Ghai, visiting Pakistan in connection with the fifth Kara Film Festival, said: "We are never two, we are always one."
The maker of hit films like "Taal", and "Pardes" said that in the last 27 years that he has been making films he has always known the fondness with which Pakistanis watched his films.
In an interview to Hum television channel, Ghai said: "I really feel honoured to be in Pakistan and admire Pakistanis' keenness for Indian movies."
Ghai, who has introduced stars like Madhuri Dixit, Meenakshi, Manisha Koirala and Mahima Chaudhry to Bollywood, said he feels at home in Pakistan as his father used to practice medicine in Lahore before the partition in 1947 and his ancestors were from this land.
"It is a very emotional moment for me to be here, among Pakistanis," he said.
Ghai's film "Iqbal", about a deaf mute child who wants to become a national cricket player, is the opening film at the Kara Film Festival which was inaugurated in Karachi Thursday.

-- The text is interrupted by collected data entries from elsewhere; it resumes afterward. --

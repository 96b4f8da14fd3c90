/**
 * Bundles the server (with its migrations) into `dist/server/main.mjs` for `npm start`: plain
 * Node then runs it, without a TypeScript loader in memory. npm packages stay external.
 */
import { build } from 'esbuild';

export const SERVER_BUNDLE = 'dist/server/main.mjs';

export async function buildServer(): Promise<void> {
  await build({
    // The picture worker runs in its own thread and is loaded from beside main.mjs.
    entryPoints: { main: 'server/main.ts', 'picture-worker': 'server/pictures/picture-worker.ts' },
    outdir: 'dist/server',
    outExtension: { '.js': '.mjs' },
    bundle: true,
    platform: 'node',
    format: 'esm',
    target: 'node20',
    packages: 'external',
    sourcemap: 'linked',
    logLevel: 'warning',
  });
}

if (import.meta.url === `file://${process.argv[1]}`) {
  await buildServer();
  console.log(`built ${SERVER_BUNDLE}`);
}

Well known Indian actor Anupum Kher, who is also in Pakistan and participated in the TV interview, said: "Films have no religion or boundary, only passion, which, in this case, binds the two nations of Pakistan and India together."

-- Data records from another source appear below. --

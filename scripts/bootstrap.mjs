#!/usr/bin/env node
// Installs what a bare machine lacks before `npm start` / `npm test`: npm packages (native
// modules built from source), Debian ffmpeg, and for tests Debian chromium and postgresql. Plain Node, no deps.
import { execFileSync, spawnSync } from 'node:child_process';
import fs from 'node:fs';
import path from 'node:path';
import { fileURLToPath } from 'node:url';

const root = path.resolve(path.dirname(fileURLToPath(import.meta.url)), '..');
const forTests = process.argv.includes('--test');
const log = (msg) => console.log(`[bootstrap] ${msg}`);
const isRoot = typeof process.getuid === 'function' && process.getuid() === 0;

function run(cmd, args, opts = {}) {
  log(`$ ${cmd} ${args.join(' ')}`);
  const r = spawnSync(cmd, args, { cwd: root, stdio: 'inherit', ...opts });
  if (r.status !== 0) {
    console.error(`[bootstrap] failed: ${cmd} ${args.join(' ')} (exit ${r.status ?? r.signal})`);
    process.exit(1);
  }
}

function has(cmd) {
  return spawnSync('sh', ['-c', `command -v ${cmd}`], { stdio: 'ignore' }).status === 0;
}

// 1. Node version.
const [major, minor] = process.versions.node.split('.').map(Number);
if (major < 20 || (major === 20 && minor < 19)) {
  console.error(`[bootstrap] Node ${process.versions.node} is too old: install Node 20.19 or newer.`);
  process.exit(1);
}

// 2. npm packages, when missing or older than the lock file.
const marker = path.join(root, 'node_modules', '.package-lock.json');
const lock = path.join(root, 'package-lock.json');
const stale = !fs.existsSync(marker) || fs.statSync(lock).mtimeMs > fs.statSync(marker).mtimeMs + 1000;
if (stale) {
  run('npm', ['ci', '--no-audit', '--no-fund', '--foreground-scripts=false']);
}

// 3. Native modules must load in this Node; argon2's bundled prebuilt is not trusted here, so
//    it is always compiled from source (node-gyp-build prefers build/Release when present).
function loads(code) {
  return spawnSync(process.execPath, ['-e', code], { cwd: root, stdio: 'ignore', timeout: 60_000 }).status === 0;
}
const argonBuilt = fs.existsSync(path.join(root, 'node_modules/argon2/build/Release/argon2.node'));
const argonOk = () => loads("require('argon2').hash('check').then(()=>process.exit(0),()=>process.exit(1))");
if (!argonBuilt || !argonOk()) {
  run('npm', ['rebuild', 'argon2'], { env: { ...process.env, npm_config_build_from_source: 'true' } });
  if (!argonOk()) {
    console.error('[bootstrap] argon2 does not load after a source build; check python3, make and g++.');
    process.exit(1);
  }
}
const sqliteOk = () => loads("const D=require('better-sqlite3'); new D(':memory:').prepare('select 1').get()");
if (!sqliteOk()) {
  run('npm', ['rebuild', 'better-sqlite3'], { env: { ...process.env, npm_config_build_from_source: 'true' } });
  if (!sqliteOk()) {
    console.error('[bootstrap] better-sqlite3 does not load; it needs version 12 on Node 20, and python3, make and g++.');
    process.exit(1);
  }
}

// 4. Debian packages.
const debs = [];
if (!has('ffmpeg') || !has('ffprobe')) debs.push('ffmpeg');
if (forTests && !fs.existsSync('/usr/bin/chromium')) debs.push('chromium');
if (forTests && !has('pdftotext')) debs.push('poppler-utils');
// The server suite runs a second time on a private PostgreSQL server (scripts/postgres-server.ts).
if (forTests && !fs.existsSync('/usr/lib/postgresql') && !has('pg_ctl')) debs.push('postgresql');
if (debs.length) {
  if (isRoot && has('apt-get')) {
    const env = { ...process.env, DEBIAN_FRONTEND: 'noninteractive' };
    run('apt-get', ['update', '-q'], { env });
    run('apt-get', ['install', '-y', '-q', '--no-install-recommends', ...debs], { env });
  } else {
    console.error(
      `[bootstrap] Missing Debian packages: ${debs.join(', ')}.\n` +
        `Install them as root, e.g.: sudo apt-get update && sudo apt-get install -y ${debs.join(' ')}`,
    );
    process.exit(1);
  }
}

try {
  const v = execFileSync('ffmpeg', ['-hide_banner', '-version'], { encoding: 'utf8' }).split('\n')[0];
  log(`ready (${v})`);
} catch {
  log('ready');
}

Kher has chosen the Kara Film Festival for the international premiere of his production "Maine Gandhi Ko Nahin Mara".
Filmmaker Mahesh Bhatt, a regular at the film festival, thanked fellow Indians Subhash Ghai and Anupum Kher for accompanying him to Karachi.
"I have fallen in love with this place as it is an extension of my own home," he said.
He chose the words of an aboriginal Australian woman to express his thoughts: "If you are coming to help me, please go away. But if you are coming to me with the realisation that in my redemption lies your redemption, then we can work together." He said the future of humanity lies in the sentence.
"We are part of the human race and we cannot help but be concerned about one another. Let us dream of a future that brings to us all what we have lost."
He urged people not to mistake globalisation with westernisation and to tell stories, look around and understand. "If Europe can become a union then certainly this region can become one too," he said.
An Odissi dance performance by Sadia Khan, followed by that of other artists, including a musical concert by Farid Ayaz Al-Hussaini Qawwal marked the beginning of the five-day film festival.
The opening ceremony was held on the lawns of the Mohatta Palace Museum Thursday evening with local and international filmmakers and stars in attendance. An impressive fireworks display was held after which Festival Director Hasan Zaidi addressed the audience.